__Extracted information__.

_ _ _

import "server-only";
import type { OutboxMail } from "@/db/queries/mail-queue";
import type { OrganisationRequestRow } from "@/db/queries/organisations";
import { env } from "@/lib/env";
import { toLocale, translator } from "@/lib/i18n/translator";
import { mailHtml } from "@/server/mail/html";

// The mails of an organisation request: to the site admins when it arrives, and to the
// person who asked when it is decided. Both go through the outbox.

export function newRequestMail(
  admin: { email: string; locale: string },
  request: { name: string; contactEmail: string; country: string; description: string; requester: string },
): OutboxMail {
  const locale = toLocale(admin.locale);
  const t = translator(locale, "Mail");
  const url = `${env().APP_URL}/${locale}/admin/organisations`;
  const paragraphs = [
    t("organisationRequest.intro", { requester: request.requester, name: request.name }),
    t("organisationRequest.details", {
      contact: request.contactEmail,
      country: request.country,
      description: request.description,
    }),
  ];
  return {
    to: admin.email,
    kind: "organisation_request",
    locale,
    subject: t("organisationRequest.subject", { name: request.name }),
    text: `${paragraphs.join("\n\n")}\n\n${url}\n\n${t("footer")}`,
    html: mailHtml({
      lang: locale,
      paragraphs,
      action: { label: t("organisationRequest.action"), url },
      footer: t("footer"),
    }),
  };
}

export function decisionMail(request: OrganisationRequestRow, userLocale: string): OutboxMail {
  const locale = toLocale(userLocale);
  const t = translator(locale, "Mail");
  const approved = request.state === "approved";
  const url = `${env().APP_URL}/${locale}/setup`;
  const paragraphs = approved
    ? [t("organisationDecision.approved", { name: request.name })]
    : [
        t("organisationDecision.declined", { name: request.name }),
        t("organisationDecision.reason", { reason: request.reason }),
      ];
  return {
    to: request.requesterEmail,
    kind: "organisation_decision",
    locale,
    subject: t(approved ? "organisationDecision.subjectApproved" : "organisationDecision.subjectDeclined", {
      name: request.name,
    }),
    text: `${paragraphs.join("\n\n")}${approved ? `\n\n${url}` : ""}\n\n${t("footer")}`,
    html: mailHtml({
      lang: locale,
      paragraphs,
      ...(approved ? { action: { label: t("organisationDecision.action"), url } } : {}),
      footer: t("footer"),
    }),
  };
}
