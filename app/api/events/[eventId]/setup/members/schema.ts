import { z } from "zod";
import { EVENT_ROLES, TAXON_GROUPS } from "@/lib/domain";
import { locales } from "@/lib/i18n/routing";
import { plainText } from "@/lib/validation/text";

// Taxon-group limits mean something for coordinators only; for others they must be empty.
export const onlyCoordinatorsHaveGroups = (v: { role: string; taxonGroups: string[] }) =>
  v.role === "coordinator" || v.taxonGroups.length === 0;

// An invitation by e-mail: the person gets a sign-in link; their role is ready when they arrive.
export const inviteInput = z
  .object({
    email: z
      .string()
      .trim()
      .max(254, { error: "tooLong" })
      .pipe(z.email({ error: "email" })),
    name: plainText(120),
    role: z.enum(EVENT_ROLES),
    taxonGroups: z.array(z.enum(TAXON_GROUPS)).max(TAXON_GROUPS.length),
    locale: z.enum(locales),
  })
  .strict()
  .refine(onlyCoordinatorsHaveGroups, { error: "groupsForCoordinators", path: ["taxonGroups"] });
export type InviteInput = z.infer<typeof inviteInput>;
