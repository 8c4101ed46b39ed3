import { endSessionsOf, setAccountLocked } from "@/db/queries/admin";
import { parseJson } from "@/lib/http/body";
import { ApiError, handle } from "@/lib/http/errors";
import { parseParams, pathId } from "@/lib/http/params";
import { limitWrites } from "@/lib/http/write-limit";
import { requireSiteAdmin } from "@/server/auth/guard";
import { adminPersonInput } from "./schema";

type Ctx = { params: Promise<{ userId: string }> };

// The site admin locks or unlocks an account, or ends its sessions; each in the admin log.
export const POST = handle<Ctx>(async (request, { params }) => {
  const { userId } = await parseParams(params, { userId: pathId });
  const admin = await requireSiteAdmin();
  limitWrites(`admin:${admin.id}`);
  const { action, reason } = await parseJson(request, adminPersonInput, { messages: "Organisations.errors" });
  if (action !== "end_sessions" && userId === admin.id) throw new ApiError("conflict"); // never lock oneself out
  const done =
    action === "end_sessions"
      ? await endSessionsOf(admin.id, userId)
      : await setAccountLocked(admin.id, userId, action === "lock", reason);
  if (!done) throw new ApiError(action === "end_sessions" ? "not_found" : "conflict");
  return Response.json({ ok: true });
});
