import { endSessionsOf, liveAccountEmail, setAccountLocked } from "@/db/queries/admin";
import { eraseAccount } from "@/db/queries/my-data";
import { parseJson } from "@/lib/http/body";
import { ApiError, handle, requestLocale } from "@/lib/http/errors";
import { parseParams, pathId } from "@/lib/http/params";
import { limitWrites } from "@/lib/http/write-limit";
import { translator } from "@/lib/i18n/translator";
import { requireSiteAdmin } from "@/server/auth/guard";
import { adminEraseInput, adminPersonInput } from "./schema";

type Ctx = { params: Promise<{ userId: string }> };

// The site admin locks or unlocks an account, or ends its sessions; each in the admin log.
export const POST = handle<Ctx>(async (request, { params }) => {
  const { userId } = await parseParams(params, { userId: pathId });
  const admin = await requireSiteAdmin();
  limitWrites(`admin:${admin.id}`);
  const { action, reason } = await parseJson(request, adminPersonInput, { messages: "Organisations.errors" });
  if (action !== "end_sessions" && userId === admin.id) throw new ApiError("conflict"); // never lock oneself out
  const done =
    action === "end_sessions"
      ? await endSessionsOf(admin.id, userId)
      : await setAccountLocked(admin.id, userId, action === "lock", reason);
  if (!done) throw new ApiError(action === "end_sessions" ? "not_found" : "conflict");
  return Response.json({ ok: true });
});

// The site admin erases an account by the same rule as a person's own erasure (db/queries/my-data.ts
// eraseAccount: a tombstone with an anonymous recorder name, the append-only logs redacted, never
// emptied), after typing the person's address; the admin log records it under the tombstone.
// Their own account a site admin erases from their account page, like anyone.
export const DELETE = handle<Ctx>(async (request, { params }) => {
  const { userId } = await parseParams(params, { userId: pathId });
  const admin = await requireSiteAdmin();
  limitWrites(`admin:${admin.id}`);
  const { confirm, reason } = await parseJson(request, adminEraseInput, { messages: "Organisations.errors" });
  if (userId === admin.id) throw new ApiError("conflict");
  const email = await liveAccountEmail(userId);
  if (!email) throw new ApiError("not_found");
  if (confirm.trim().toLowerCase() !== email.toLowerCase()) {
    const t = translator(requestLocale(request), "Organisations");
    throw new ApiError("unprocessable", [{ field: "confirm", message: t("errors.eraseMismatch") }]);
  }
  const erased = await eraseAccount(userId, { adminId: admin.id, reason });
  if (!erased) throw new ApiError("not_found");
  return Response.json({ ok: true, recorder: erased.recorder }, { headers: { "Cache-Control": "no-store" } });
});
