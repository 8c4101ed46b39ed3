import { describe, expect, it } from "vitest";
import { code, readCsvLines } from "./lines";

// Hand-made files: the line numbers are those a text editor shows.
describe("CSV rows with the lines a person sees", () => {
  it("numbers rows by their first line, across blank lines and a quoted value spanning two lines", () => {
    const body = 'a,b\n\n1,"two\nlines"\n\n  \n3,4\n';
    const { records, problems } = readCsvLines(body, { maxRows: 10 });
    expect(problems).toEqual([]);
    expect(records.map((r) => r.line)).toEqual([1, 3, 7]);
    expect(records[1]!.cells).toEqual(["1", "two\nlines"]);
  });

  it("skips note lines starting with # only when asked, and keeps counting them as lines", () => {
    const body = "a;b\n# a note from the field\n1;2\n";
    expect(readCsvLines(body, { maxRows: 10, comments: true }).records.map((r) => [r.line, r.cells])).toEqual([
      [1, ["a", "b"]],
      [3, ["1", "2"]],
    ]);
    expect(readCsvLines(body, { maxRows: 10 }).records).toHaveLength(3);
  });

  it("stops after too many rows with one problem naming the limit", () => {
    const body = ["h", ...Array.from({ length: 6 }, (_, i) => String(i))].join("\n");
    const { problems } = readCsvLines(body, { maxRows: 4 });
    expect(problems).toEqual([{ line: 6, code: "tooManyRows", values: { maximum: 4 } }]);
  });

  it("reads code words whatever their case, spaces or dashes", () => {
    expect(["Vascular plants", "vascular-plants", " VASCULAR_PLANTS "].map(code)).toEqual([
      "vascular_plants",
      "vascular_plants",
      "vascular_plants",
    ]);
  });
});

_ _ _

__Task item__. Check each line of the records for the word "plainText" and extract those that contain it.

__Solved exercise__.
import { plainText } from "@/lib/validation/text";
    name: plainText(120),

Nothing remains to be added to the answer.